┌────────
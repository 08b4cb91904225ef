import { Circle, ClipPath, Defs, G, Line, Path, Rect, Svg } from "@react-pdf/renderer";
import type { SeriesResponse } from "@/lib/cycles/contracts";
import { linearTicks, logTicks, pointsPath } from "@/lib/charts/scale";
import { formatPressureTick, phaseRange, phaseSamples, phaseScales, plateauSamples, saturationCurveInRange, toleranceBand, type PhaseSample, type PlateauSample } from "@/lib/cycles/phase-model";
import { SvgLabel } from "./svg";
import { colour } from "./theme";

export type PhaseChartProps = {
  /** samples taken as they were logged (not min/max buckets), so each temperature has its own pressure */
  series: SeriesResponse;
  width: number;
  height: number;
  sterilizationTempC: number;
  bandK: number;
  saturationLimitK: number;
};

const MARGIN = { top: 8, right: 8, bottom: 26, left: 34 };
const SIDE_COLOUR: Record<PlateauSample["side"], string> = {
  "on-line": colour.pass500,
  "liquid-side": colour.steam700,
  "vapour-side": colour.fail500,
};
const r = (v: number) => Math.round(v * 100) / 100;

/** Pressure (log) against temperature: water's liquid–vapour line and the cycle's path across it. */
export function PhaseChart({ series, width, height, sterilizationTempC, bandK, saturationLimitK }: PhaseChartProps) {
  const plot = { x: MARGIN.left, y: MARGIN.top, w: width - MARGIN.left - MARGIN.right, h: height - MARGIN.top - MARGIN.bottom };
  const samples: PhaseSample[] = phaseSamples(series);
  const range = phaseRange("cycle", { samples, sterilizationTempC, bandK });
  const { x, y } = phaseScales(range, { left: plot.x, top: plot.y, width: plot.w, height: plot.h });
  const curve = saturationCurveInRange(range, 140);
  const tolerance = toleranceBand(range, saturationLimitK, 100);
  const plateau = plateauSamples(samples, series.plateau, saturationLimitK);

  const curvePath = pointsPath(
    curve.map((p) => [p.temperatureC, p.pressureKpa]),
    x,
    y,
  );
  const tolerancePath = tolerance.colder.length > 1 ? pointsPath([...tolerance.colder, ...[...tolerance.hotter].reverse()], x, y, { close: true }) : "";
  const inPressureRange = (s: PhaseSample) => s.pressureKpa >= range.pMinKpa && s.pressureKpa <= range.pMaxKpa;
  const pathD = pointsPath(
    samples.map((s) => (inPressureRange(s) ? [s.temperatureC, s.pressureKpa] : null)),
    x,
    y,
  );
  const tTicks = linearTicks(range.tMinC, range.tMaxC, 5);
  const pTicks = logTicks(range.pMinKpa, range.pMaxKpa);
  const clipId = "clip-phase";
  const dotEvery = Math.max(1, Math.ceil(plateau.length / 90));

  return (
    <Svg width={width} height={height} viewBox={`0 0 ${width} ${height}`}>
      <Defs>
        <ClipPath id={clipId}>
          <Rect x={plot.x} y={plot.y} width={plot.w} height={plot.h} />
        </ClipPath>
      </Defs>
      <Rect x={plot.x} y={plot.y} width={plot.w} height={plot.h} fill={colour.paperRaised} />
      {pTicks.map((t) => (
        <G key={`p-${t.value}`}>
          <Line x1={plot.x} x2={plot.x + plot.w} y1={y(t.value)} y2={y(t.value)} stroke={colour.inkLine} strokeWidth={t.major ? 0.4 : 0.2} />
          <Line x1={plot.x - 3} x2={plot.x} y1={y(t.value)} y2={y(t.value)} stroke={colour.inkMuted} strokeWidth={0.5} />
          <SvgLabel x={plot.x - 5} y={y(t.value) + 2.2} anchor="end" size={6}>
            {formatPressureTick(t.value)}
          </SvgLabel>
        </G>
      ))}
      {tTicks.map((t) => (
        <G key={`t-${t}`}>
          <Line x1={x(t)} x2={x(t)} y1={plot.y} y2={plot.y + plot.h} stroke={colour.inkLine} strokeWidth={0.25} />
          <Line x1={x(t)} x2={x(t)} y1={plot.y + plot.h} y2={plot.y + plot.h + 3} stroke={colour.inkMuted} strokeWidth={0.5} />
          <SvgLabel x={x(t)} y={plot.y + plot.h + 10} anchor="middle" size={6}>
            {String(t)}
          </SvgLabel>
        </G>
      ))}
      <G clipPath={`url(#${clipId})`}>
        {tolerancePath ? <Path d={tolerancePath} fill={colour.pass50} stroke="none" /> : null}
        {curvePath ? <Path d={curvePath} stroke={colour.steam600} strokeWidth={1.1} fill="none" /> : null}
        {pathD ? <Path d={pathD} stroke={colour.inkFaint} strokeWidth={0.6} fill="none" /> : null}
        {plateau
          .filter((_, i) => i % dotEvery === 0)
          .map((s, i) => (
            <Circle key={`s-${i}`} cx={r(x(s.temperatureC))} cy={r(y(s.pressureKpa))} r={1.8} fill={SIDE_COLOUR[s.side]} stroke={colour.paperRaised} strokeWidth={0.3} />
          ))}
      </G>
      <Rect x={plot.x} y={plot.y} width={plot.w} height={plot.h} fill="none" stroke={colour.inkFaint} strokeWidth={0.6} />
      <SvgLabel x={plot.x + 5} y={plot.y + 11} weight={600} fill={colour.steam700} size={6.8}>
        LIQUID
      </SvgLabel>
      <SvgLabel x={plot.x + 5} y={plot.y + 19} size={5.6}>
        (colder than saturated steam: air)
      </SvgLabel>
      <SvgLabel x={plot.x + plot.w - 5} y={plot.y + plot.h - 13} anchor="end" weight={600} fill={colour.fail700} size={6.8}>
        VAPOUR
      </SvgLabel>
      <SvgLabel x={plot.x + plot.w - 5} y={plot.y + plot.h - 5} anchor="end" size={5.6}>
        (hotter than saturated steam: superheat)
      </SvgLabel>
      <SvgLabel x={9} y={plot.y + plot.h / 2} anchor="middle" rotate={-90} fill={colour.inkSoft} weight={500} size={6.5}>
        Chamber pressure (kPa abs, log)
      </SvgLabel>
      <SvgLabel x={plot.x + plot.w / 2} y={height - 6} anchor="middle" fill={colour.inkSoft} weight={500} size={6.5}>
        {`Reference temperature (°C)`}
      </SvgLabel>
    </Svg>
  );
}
└────────
┌────────
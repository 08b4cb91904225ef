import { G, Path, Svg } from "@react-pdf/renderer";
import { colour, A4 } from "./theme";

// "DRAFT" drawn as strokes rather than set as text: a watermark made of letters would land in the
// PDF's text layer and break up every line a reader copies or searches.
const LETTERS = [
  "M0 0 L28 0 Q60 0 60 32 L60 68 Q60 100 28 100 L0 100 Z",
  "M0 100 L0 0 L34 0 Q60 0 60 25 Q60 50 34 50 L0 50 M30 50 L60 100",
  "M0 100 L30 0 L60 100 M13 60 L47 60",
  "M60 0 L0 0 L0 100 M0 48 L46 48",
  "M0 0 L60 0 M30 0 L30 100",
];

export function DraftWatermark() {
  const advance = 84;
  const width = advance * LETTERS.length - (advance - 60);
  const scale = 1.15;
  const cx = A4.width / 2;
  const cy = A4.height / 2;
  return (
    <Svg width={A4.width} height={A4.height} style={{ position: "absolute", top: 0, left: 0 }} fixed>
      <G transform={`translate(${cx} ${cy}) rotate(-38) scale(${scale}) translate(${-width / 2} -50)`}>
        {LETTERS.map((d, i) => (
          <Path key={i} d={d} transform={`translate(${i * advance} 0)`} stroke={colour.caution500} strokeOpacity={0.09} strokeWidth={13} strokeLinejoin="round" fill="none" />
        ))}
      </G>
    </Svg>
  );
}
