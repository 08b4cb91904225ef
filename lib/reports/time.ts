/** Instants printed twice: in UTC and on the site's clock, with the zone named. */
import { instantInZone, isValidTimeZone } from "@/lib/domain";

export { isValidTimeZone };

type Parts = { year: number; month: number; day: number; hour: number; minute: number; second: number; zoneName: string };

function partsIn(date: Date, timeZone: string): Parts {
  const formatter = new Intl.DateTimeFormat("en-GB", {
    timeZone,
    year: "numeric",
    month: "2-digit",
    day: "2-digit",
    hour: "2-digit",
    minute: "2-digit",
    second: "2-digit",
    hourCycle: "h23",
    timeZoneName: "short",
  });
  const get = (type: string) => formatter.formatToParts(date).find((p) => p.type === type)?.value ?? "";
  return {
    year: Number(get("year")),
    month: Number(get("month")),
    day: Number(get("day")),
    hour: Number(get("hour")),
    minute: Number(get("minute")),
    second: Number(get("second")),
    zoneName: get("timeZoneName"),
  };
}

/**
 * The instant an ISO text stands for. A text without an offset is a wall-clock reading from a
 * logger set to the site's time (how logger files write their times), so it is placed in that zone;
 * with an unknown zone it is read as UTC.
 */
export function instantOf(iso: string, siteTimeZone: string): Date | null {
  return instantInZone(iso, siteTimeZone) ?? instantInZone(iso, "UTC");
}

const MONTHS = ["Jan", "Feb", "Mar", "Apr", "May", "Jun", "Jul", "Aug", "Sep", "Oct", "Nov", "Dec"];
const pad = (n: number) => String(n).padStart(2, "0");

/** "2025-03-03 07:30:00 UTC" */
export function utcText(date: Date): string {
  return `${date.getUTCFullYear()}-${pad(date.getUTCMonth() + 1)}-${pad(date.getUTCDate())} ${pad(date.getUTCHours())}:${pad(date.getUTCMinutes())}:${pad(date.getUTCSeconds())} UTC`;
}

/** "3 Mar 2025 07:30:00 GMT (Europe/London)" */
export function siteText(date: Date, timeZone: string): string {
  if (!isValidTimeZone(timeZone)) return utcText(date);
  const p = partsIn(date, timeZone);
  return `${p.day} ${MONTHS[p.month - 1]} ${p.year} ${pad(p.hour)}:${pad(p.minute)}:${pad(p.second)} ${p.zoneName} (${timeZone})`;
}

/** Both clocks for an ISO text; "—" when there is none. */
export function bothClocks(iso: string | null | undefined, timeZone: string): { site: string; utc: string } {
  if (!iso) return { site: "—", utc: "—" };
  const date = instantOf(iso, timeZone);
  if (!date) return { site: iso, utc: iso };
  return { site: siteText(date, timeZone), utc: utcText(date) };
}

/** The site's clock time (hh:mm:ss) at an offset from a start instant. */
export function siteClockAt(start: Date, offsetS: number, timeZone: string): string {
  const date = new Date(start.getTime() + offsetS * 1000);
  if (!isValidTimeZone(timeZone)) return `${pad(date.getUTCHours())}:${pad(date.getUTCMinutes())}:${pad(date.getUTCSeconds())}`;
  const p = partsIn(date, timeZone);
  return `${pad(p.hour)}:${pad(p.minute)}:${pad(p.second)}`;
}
└────────
State how many lines in the material above hold the word "paperRaised". Add nothing else.

2